- _WORK REQUEST_:
A complete and exact copy of the entries below is the expected result.
________________________________________
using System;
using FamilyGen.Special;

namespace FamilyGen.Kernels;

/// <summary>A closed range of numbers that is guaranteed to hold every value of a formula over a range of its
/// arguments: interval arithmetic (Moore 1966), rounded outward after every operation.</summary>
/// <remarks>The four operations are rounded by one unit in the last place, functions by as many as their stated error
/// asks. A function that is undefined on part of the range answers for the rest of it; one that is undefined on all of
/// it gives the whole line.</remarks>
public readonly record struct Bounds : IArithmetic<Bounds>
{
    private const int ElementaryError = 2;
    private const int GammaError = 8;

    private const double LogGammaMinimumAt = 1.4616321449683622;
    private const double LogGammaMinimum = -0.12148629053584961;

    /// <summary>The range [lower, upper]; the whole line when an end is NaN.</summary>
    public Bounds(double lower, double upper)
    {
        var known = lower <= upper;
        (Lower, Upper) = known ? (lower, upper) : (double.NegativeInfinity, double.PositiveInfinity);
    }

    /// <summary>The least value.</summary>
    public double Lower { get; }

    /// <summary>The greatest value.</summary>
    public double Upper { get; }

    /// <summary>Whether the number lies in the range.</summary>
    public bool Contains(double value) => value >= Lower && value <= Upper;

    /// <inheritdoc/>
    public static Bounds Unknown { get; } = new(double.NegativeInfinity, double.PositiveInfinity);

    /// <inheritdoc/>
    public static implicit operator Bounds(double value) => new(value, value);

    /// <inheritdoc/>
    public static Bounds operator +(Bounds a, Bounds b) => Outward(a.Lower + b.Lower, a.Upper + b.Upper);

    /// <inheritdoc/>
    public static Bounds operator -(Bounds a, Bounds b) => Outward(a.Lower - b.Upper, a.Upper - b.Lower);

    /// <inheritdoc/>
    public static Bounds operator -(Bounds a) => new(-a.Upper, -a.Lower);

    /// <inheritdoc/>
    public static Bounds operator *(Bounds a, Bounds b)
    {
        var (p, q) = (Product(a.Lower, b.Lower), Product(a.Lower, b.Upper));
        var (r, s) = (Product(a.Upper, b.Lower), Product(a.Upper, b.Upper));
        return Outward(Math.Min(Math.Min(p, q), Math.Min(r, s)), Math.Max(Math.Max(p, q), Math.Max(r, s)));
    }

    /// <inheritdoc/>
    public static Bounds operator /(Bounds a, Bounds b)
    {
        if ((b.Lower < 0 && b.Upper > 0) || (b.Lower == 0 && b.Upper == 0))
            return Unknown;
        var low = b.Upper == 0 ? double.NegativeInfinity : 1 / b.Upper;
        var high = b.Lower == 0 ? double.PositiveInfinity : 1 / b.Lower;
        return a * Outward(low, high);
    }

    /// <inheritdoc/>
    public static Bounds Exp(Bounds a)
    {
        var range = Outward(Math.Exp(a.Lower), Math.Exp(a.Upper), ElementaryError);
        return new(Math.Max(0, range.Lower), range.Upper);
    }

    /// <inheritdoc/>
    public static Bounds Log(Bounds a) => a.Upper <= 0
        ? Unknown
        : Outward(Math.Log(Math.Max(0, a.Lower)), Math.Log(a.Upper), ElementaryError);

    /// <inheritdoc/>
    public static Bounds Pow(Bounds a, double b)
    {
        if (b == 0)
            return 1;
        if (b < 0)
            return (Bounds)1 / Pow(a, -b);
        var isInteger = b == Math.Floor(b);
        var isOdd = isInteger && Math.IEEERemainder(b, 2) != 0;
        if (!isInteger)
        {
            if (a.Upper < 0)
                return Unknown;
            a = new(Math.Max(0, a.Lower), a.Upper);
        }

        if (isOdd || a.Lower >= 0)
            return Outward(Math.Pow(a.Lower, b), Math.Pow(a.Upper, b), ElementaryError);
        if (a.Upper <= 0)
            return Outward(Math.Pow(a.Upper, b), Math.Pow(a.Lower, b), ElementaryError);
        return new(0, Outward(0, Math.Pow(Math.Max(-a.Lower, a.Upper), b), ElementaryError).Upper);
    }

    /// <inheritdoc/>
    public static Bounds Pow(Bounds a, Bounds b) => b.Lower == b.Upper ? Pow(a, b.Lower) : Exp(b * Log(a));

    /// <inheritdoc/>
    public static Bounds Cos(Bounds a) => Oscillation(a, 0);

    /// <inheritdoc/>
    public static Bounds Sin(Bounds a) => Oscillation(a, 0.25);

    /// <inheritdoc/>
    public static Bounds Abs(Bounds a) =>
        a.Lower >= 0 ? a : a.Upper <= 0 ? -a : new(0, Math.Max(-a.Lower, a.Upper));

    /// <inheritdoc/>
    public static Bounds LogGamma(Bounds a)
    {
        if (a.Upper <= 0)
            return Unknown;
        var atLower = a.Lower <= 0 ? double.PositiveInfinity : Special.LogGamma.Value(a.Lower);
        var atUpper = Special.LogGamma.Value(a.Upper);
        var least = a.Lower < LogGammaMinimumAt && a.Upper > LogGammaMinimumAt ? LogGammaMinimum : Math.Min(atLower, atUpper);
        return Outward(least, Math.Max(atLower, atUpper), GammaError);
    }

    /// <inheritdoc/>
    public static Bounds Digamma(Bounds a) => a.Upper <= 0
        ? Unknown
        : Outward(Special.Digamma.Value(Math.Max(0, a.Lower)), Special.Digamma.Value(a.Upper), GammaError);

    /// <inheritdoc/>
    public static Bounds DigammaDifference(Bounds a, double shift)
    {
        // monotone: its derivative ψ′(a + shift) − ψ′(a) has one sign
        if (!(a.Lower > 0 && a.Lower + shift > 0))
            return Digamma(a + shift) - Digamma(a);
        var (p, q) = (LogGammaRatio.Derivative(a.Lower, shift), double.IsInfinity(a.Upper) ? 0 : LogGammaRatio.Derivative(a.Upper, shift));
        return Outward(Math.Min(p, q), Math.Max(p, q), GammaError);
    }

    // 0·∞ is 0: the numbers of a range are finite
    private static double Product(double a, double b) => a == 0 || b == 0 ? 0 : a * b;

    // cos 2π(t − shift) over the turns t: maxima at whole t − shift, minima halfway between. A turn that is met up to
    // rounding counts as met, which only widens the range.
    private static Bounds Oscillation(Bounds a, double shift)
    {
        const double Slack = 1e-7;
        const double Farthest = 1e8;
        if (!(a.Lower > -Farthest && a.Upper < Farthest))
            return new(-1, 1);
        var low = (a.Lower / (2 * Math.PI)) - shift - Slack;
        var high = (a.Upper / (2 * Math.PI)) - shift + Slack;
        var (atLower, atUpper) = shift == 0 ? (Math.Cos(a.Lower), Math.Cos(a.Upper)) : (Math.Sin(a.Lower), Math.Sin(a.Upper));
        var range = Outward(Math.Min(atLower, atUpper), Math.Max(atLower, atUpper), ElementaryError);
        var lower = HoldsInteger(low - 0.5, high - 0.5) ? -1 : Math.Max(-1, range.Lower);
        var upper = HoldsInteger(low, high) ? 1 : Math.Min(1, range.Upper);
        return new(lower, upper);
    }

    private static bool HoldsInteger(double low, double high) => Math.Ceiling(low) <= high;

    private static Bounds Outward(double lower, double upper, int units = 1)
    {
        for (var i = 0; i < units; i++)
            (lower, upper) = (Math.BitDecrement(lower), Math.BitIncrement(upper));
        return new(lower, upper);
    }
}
________________________________________
- _OUTPUT FOR THIS TASK_:
using System;
using FamilyGen.Special;

namespace FamilyGen.Kernels;

/// <summary>A closed range of numbers that is guaranteed to hold every value of a formula over a range of its
/// arguments: interval arithmetic (Moore 1966), rounded outward after every operation.</summary>
/// <remarks>The four operations are rounded by one unit in the last place, functions by as many as their stated error
/// asks. A function that is undefined on part of the range answers for the rest of it; one that is undefined on all of
/// it gives the whole line.</remarks>
public readonly record struct Bounds : IArithmetic<Bounds>
{
    private const int ElementaryError = 2;
    private const int GammaError = 8;

    private const double LogGammaMinimumAt = 1.4616321449683622;
    private const double LogGammaMinimum = -0.12148629053584961;

    /// <summary>The range [lower, upper]; the whole line when an end is NaN.</summary>
    public Bounds(double lower, double upper)
    {
        var known = lower <= upper;
        (Lower, Upper) = known ? (lower, upper) : (double.NegativeInfinity, double.PositiveInfinity);
    }

    /// <summary>The least value.</summary>
    public double Lower { get; }

    /// <summary>The greatest value.</summary>
    public double Upper { get; }

    /// <summary>Whether the number lies in the range.</summary>
    public bool Contains(double value) => value >= Lower && value <= Upper;

    /// <inheritdoc/>
    public static Bounds Unknown { get; } = new(double.NegativeInfinity, double.PositiveInfinity);

    /// <inheritdoc/>
    public static implicit operator Bounds(double value) => new(value, value);

    /// <inheritdoc/>
    public static Bounds operator +(Bounds a, Bounds b) => Outward(a.Lower + b.Lower, a.Upper + b.Upper);

    /// <inheritdoc/>
    public static Bounds operator -(Bounds a, Bounds b) => Outward(a.Lower - b.Upper, a.Upper - b.Lower);

    /// <inheritdoc/>
    public static Bounds operator -(Bounds a) => new(-a.Upper, -a.Lower);

    /// <inheritdoc/>
    public static Bounds operator *(Bounds a, Bounds b)
    {
        var (p, q) = (Product(a.Lower, b.Lower), Product(a.Lower, b.Upper));
        var (r, s) = (Product(a.Upper, b.Lower), Product(a.Upper, b.Upper));
        return Outward(Math.Min(Math.Min(p, q), Math.Min(r, s)), Math.Max(Math.Max(p, q), Math.Max(r, s)));
    }

    /// <inheritdoc/>
    public static Bounds operator /(Bounds a, Bounds b)
    {
        if ((b.Lower < 0 && b.Upper > 0) || (b.Lower == 0 && b.Upper == 0))
            return Unknown;
        var low = b.Upper == 0 ? double.NegativeInfinity : 1 / b.Upper;
        var high = b.Lower == 0 ? double.PositiveInfinity : 1 / b.Lower;
        return a * Outward(low, high);
    }

    /// <inheritdoc/>
    public static Bounds Exp(Bounds a)
    {
        var range = Outward(Math.Exp(a.Lower), Math.Exp(a.Upper), ElementaryError);
        return new(Math.Max(0, range.Lower), range.Upper);
    }

    /// <inheritdoc/>
    public static Bounds Log(Bounds a) => a.Upper <= 0
        ? Unknown
        : Outward(Math.Log(Math.Max(0, a.Lower)), Math.Log(a.Upper), ElementaryError);

    /// <inheritdoc/>
    public static Bounds Pow(Bounds a, double b)
    {
        if (b == 0)
            return 1;
        if (b < 0)
            return (Bounds)1 / Pow(a, -b);
        var isInteger = b == Math.Floor(b);
        var isOdd = isInteger && Math.IEEERemainder(b, 2) != 0;
        if (!isInteger)
        {
            if (a.Upper < 0)
                return Unknown;
            a = new(Math.Max(0, a.Lower), a.Upper);
        }

        if (isOdd || a.Lower >= 0)
            return Outward(Math.Pow(a.Lower, b), Math.Pow(a.Upper, b), ElementaryError);
        if (a.Upper <= 0)
            return Outward(Math.Pow(a.Upper, b), Math.Pow(a.Lower, b), ElementaryError);
        return new(0, Outward(0, Math.Pow(Math.Max(-a.Lower, a.Upper), b), ElementaryError).Upper);
    }

    /// <inheritdoc/>
    public static Bounds Pow(Bounds a, Bounds b) => b.Lower == b.Upper ? Pow(a, b.Lower) : Exp(b * Log(a));

    /// <inheritdoc/>
    public static Bounds Cos(Bounds a) => Oscillation(a, 0);

    /// <inheritdoc/>
    public static Bounds Sin(Bounds a) => Oscillation(a, 0.25);

    /// <inheritdoc/>
    public static Bounds Abs(Bounds a) =>
        a.Lower >= 0 ? a : a.Upper <= 0 ? -a : new(0, Math.Max(-a.Lower, a.Upper));

    /// <inheritdoc/>
    public static Bounds LogGamma(Bounds a)
    {
        if (a.Upper <= 0)
            return Unknown;
        var atLower = a.Lower <= 0 ? double.PositiveInfinity : Special.LogGamma.Value(a.Lower);
        var atUpper = Special.LogGamma.Value(a.Upper);
        var least = a.Lower < LogGammaMinimumAt && a.Upper > LogGammaMinimumAt ? LogGammaMinimum : Math.Min(atLower, atUpper);
        return Outward(least, Math.Max(atLower, atUpper), GammaError);
    }

    /// <inheritdoc/>
    public static Bounds Digamma(Bounds a) => a.Upper <= 0
        ? Unknown
        : Outward(Special.Digamma.Value(Math.Max(0, a.Lower)), Special.Digamma.Value(a.Upper), GammaError);

    /// <inheritdoc/>
    public static Bounds DigammaDifference(Bounds a, double shift)
    {
        // monotone: its derivative ψ′(a + shift) − ψ′(a) has one sign
        if (!(a.Lower > 0 && a.Lower + shift > 0))
            return Digamma(a + shift) - Digamma(a);
        var (p, q) = (LogGammaRatio.Derivative(a.Lower, shift), double.IsInfinity(a.Upper) ? 0 : LogGammaRatio.Derivative(a.Upper, shift));
        return Outward(Math.Min(p, q), Math.Max(p, q), GammaError);
    }

    // 0·∞ is 0: the numbers of a range are finite
    private static double Product(double a, double b) => a == 0 || b == 0 ? 0 : a * b;

    // cos 2π(t − shift) over the turns t: maxima at whole t − shift, minima halfway between. A turn that is met up to
    // rounding counts as met, which only widens the range.
    private static Bounds Oscillation(Bounds a, double shift)
    {
        const double Slack = 1e-7;
        const double Farthest = 1e8;
        if (!(a.Lower > -Farthest && a.Upper < Farthest))
            return new(-1, 1);
        var low = (a.Lower / (2 * Math.PI)) - shift - Slack;
        var high = (a.Upper / (2 * Math.PI)) - shift + Slack;
        var (atLower, atUpper) = shift == 0 ? (Math.Cos(a.Lower), Math.Cos(a.Upper)) : (Math.Sin(a.Lower), Math.Sin(a.Upper));
        var range = Outward(Math.Min(atLower, atUpper), Math.Max(atLower, atUpper), ElementaryError);
        var lower = HoldsInteger(low - 0.5, high - 0.5) ? -1 : Math.Max(-1, range.Lower);
        var upper = HoldsInteger(low, high) ? 1 : Math.Min(1, range.Upper);
        return new(lower, upper);
    }

    private static bool HoldsInteger(double low, double high) => Math.Ceiling(low) <= high;

    private static Bounds Outward(double lower, double upper, int units = 1)
    {
        for (var i = 0; i < units; i++)
            (lower, upper) = (Math.BitDecrement(lower), Math.BitIncrement(upper));
        return new(lower, upper);
    }
}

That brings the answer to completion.